Task brief: All lines in the records that carry the string "grain" are to be shown.

== Task material

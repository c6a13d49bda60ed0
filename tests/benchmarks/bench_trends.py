"""Processor time of `find_trends` on 5,000 beds, beside plain scipy calls for comparable statistics in the same run.

Run as a script: `python tests/benchmarks/bench_trends.py`.
"""

from __future__ import annotations

import sys
import time
from collections.abc import Callable
from functools import partial
from pathlib import Path

import numpy as np

sys.path.insert(0, str(Path(__file__).parents[1] / "trends"))

from sections import cycles, section, thicknesses

from logkit.model import Log
from logkit.trends import Trends, find_trends
from logkit.trends.series import series

BEDS = 5000


def fastest(action: Callable[[], object], times: int = 3) -> float:
    """Least processor time of some calls, s: other work on the machine does not count."""
    best = float("inf")
    for _ in range(times):
        start = time.process_time()
        action()
        best = min(best, time.process_time() - start)
    return best


def plain_scipy(log: Log, trends: Trends) -> None:
    """The main statistics one call at a time: tau and slope of the log and of each package, shuffled order,
    three fitted distributions with their goodness, one chi-square."""
    from scipy import stats

    sizes = np.concatenate([run.values for run in series(log, "grain size")])
    thickness = np.array([bed.thickness_m for bed in log.real_beds])
    generator = np.random.default_rng(1)
    for values in (sizes, np.log(thickness)):
        stats.kendalltau(np.arange(values.size), values)
        stats.permutation_test(
            (values,), lambda x, axis: -np.sum(np.diff(x, axis=axis) ** 2, axis=axis), vectorized=True,
            permutation_type="pairings", n_resamples=99, rng=generator,
        )  # fmt: skip
    bases = np.array([bed.base_m for bed in log.real_beds])
    for package in trends.packages:
        values = (sizes if package.quantity == "grain size" else thickness)[
            (bases >= package.base_m - 1e-9) & (bases < package.top_m - 1e-9)
        ]
        stats.kendalltau(np.arange(values.size), values)
    some = np.sort(thickness)[:: max(thickness.size // 400, 1)]
    for family in (stats.lognorm, stats.expon, stats.pareto):
        stats.goodness_of_fit(
            family, some, known_params={"loc": 0} if family is not stats.expon else None, statistic="ks",
            n_mc_samples=99, rng=generator,
        )  # fmt: skip
    codes = np.floor(sizes).astype(int)
    table = np.ones((codes.max() - codes.min() + 1,) * 2)
    np.add.at(table, (codes[:-1] - codes.min(), codes[1:] - codes.min()), 1)
    stats.chi2_contingency(table)


def main() -> None:
    """Print the measured times and their ratio for three kinds of section."""
    generator = np.random.default_rng(3)
    cyclic = np.concatenate([cycles(generator, 0.3, 100)[0] for _ in range(8)])[:BEDS]
    stepped = np.repeat([2.0, 3.0, 2.0, 3.0, 2.0], BEDS // 5) + 0.4 * generator.standard_normal(BEDS)
    sections = {
        "fining-up cycles": cyclic,
        "five long steps": stepped,
        "random order": generator.normal(2, 1, BEDS),
    }
    for name, phi in sections.items():
        log = section(phi, thicknesses(generator, BEDS))
        trends = find_trends(log)  # libraries are loaded and tables of ties filled once
        ours = fastest(partial(find_trends, log))
        theirs = fastest(partial(plain_scipy, log, trends), 1)
        found = len(trends.significant_packages)
        print(
            f"{name:18s} {BEDS} beds: trends {ours:.2f} s, plain scipy {theirs:.2f} s, ratio {ours / theirs:.2f}; "
            f"{found} significant packages"
        )


if __name__ == "__main__":
    main()
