def check_drafts(drafts: Sequence[Draft], found: Collector) -> None:
    """Checks that need the rows as written: names, units, slips."""
    _names(drafts, found)
    _unit_changes(drafts, found)
    _slips(drafts, found)
    _trend_words(drafts, found)
    _matter(drafts, found)


def check_beds(beds: list[Bed], header: Header, codes: str, found: Collector) -> list[Bed]:
    """Checks that need finished beds.

    Returns
    -------
    The beds, with sets that cannot be taken out and beds cut from above marked as minimum thickness.
    """
    beds = mark_minimum(_sets(beds, found))
    _relief(beds, found)
    _sizes(beds, codes, found)
    _currents(beds, header, found)
    _opposed(beds, header, found)
    return beds


def mark_minimum(beds: Sequence[Bed]) -> list[Bed]:
    """Beds upward, with `minimum_thickness` set where the bed above has an erosive base."""
    marked = list(beds)
    for i, bed in enumerate(beds[:-1]):
        contact = beds[i + 1].contact
        cut = contact is not None and (contact.kind == "erosive" or bool(contact.relief_m))
        if cut and not bed.is_gap and not beds[i + 1].is_gap and not bed.minimum_thickness:
            marked[i] = replace(bed, minimum_thickness=True)
    return marked


def _at(bed: Bed, found: Collector, level: Level, code: str, message: str, remedy: str, column: str,
        **more: tuple[str, ...] | str) -> None:  # fmt: skip
    found.add(level, code, message, remedy, row=bed.row, column=column, cell=bed.written_in(column),
              bed=bed.name, **more)  # type: ignore[arg-type]  # fmt: skip


# -- rows as written -------------------------------------------------------------------------------------------


def _names(drafts: Sequence[Draft], found: Collector) -> None:
    """Bed numbers skipped, doubled or out of order."""
    seen: dict[str, Draft] = {}
    numbers: list[tuple[int, str, Draft]] = []
    for d in drafts:
        if not d.name or d.row is None or (d.gap and d.name.startswith("gap ")):
            continue
        if d.name in seen:
            found.add("question", "bed.doubled", f"bed {d.name} stands in row {seen[d.name].row} already",
                      "rename one of the two, or delete the row if it was entered twice", row=d.row, column="bed",
                      cell=d.name, choices=("two beds of one name", "one bed entered twice"),
                      section=d.section, bed=d.name)  # fmt: skip
            continue
        seen[d.name] = d
        match = _NUMBERED.match(d.name)
        if match and len(match[1]) < 9:
            numbers.append((int(match[1]), match[2], d))
    steps = [after[0] - here[0] for here, after in pairwise(numbers)]
    if not steps:
        return
    sign = 1 if sum(s > 0 for s in steps) >= sum(s < 0 for s in steps) else -1
    odd = [(i, s * sign) for i, s in enumerate(steps) if not 0 <= s * sign <= 1]
    if len(odd) > max(5, 0.2 * len(steps)):
        found.add(
            "note",
            "bed.numbering",
            "the bed numbers do not run on; they are taken as names",
            "",
            row=numbers[0][2].row,
            column="bed",
            cell=numbers[0][2].name,
            section=numbers[0][2].section,
        )
        return
    for i, step in odd:
        here, after = numbers[i], numbers[i + 1]
        if step > 1:
            missing = sorted(n for n in range(min(here[0], after[0]) + 1, max(here[0], after[0])))
            listed = (
                f"bed {missing[0]} is" if len(missing) == 1 else f"beds {missing[0]} to {missing[-1]} are"
            )
            _ask_number(after[2], found, "bed.skipped", f"{listed} missing between {here[2].name} and {after[2].name}",
                        "add the row, or leave it if the number was never used",
                        ("a number never used", "a row left out"))  # fmt: skip
        else:
            _ask_number(
                after[2],
                found,
                "bed.order",
                f"bed {after[2].name} follows bed {here[2].name}",
                "check the order of the rows",
                ("the order of the rows", "the order of the numbers"),
            )


def _ask_number(
    d: Draft, found: Collector, code: str, message: str, remedy: str, choices: tuple[str, ...]
) -> None:
    found.add("question", code, message, remedy, row=d.row, column="bed", cell=d.name, choices=choices,
              section=d.section, bed=d.name)  # fmt: skip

====

Answer to the problem:
    sizes = np.concatenate([run.values for run in series(log, "grain size")])
        values = (sizes if package.quantity == "grain size" else thickness)[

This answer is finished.